■ Exercise material ■

<<<<

/** An admin corrects a submitted card after publication (say a judge reports a slip), with a reason. */
export async function amendCard(viewer: Viewer, cardId: number, fields: CardFields, reason: string, context: Context = {}): Promise<number> {
	assertAdmin(viewer);
	const { db, now } = resolve(context);
	return db.transaction(async (tx) => {
		const [card] = await tx.select().from(contestCards).where(eq(contestCards.id, cardId)).for('update');
		if (!card) throw notFound('No such card.');
		const c = await lockedRow(card.contestId, { db: tx });
		if (!c || c.state !== 'published') {
			throw conflict('not-published', 'Cards can be corrected only while the results are published (not before, and not once archived).');
		}
		if (card.status !== 'submitted') throw conflict('not-submitted', 'Only submitted cards count, so only they can be corrected.');
		const why = requireReason(reason);
		const detail = (await load(c.id, { db: tx }))!;
		const rubric = rubricOf(detail.criteria);
		const checked = checkDraftFields(rubric, fields);
		if (!checked.ok) throw new DomainError(400, 'invalid', checked.message);
		if (!validateScorecard(rubric, checked.fields.scores).submittable) throw new DomainError(400, 'incomplete', 'Every criterion needs a score.');
		const before = normaliseFields(rubric, card.fields);
		await tx
			.update(contestCards)
			.set({ fields: { ...checked.fields, panelNote: before.panelNote }, version: card.version + 1, updatedAt: now })
			.where(eq(contestCards.id, cardId));
		await tx
			.update(contests)
			.set({ resultsRevision: c.resultsRevision + 1, updatedAt: now })
			.where(eq(contests.id, c.id));
		await keepResults(c.id, c.resultsRevision + 1, within(context, tx));
		const [entry] = await tx.select({ number: contestEntries.number }).from(contestEntries).where(eq(contestEntries.id, card.entryId));
		await audit.record(
			{
				actorId: viewer.id,
				action: 'results.amend-card',
				subject: auditSubject(c.id),
				detail: { reason: why, cardId, entryNumber: entry?.number ?? null, before: before.scores, after: checked.fields.scores }
			},
			within(context, tx)
		);
		return c.id;
	});
}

>>>>

■ The problem ■
Write down again, exactly as given, only the lines above that fall from the line with "throw conflict('not-published', 'Cards" to the line with "if (!checked.ok) throw", inclusive.

■ Answer to the exercise ■
			throw conflict('not-published', 'Cards can be corrected only while the results are published (not before, and not once archived).');
		}
		if (card.status !== 'submitted') throw conflict('not-submitted', 'Only submitted cards count, so only they can be corrected.');
		const why = requireReason(reason);
		const detail = (await load(c.id, { db: tx }))!;
		const rubric = rubricOf(detail.criteria);
		const checked = checkDraftFields(rubric, fields);
		if (!checked.ok) throw new DomainError(400, 'invalid', checked.message);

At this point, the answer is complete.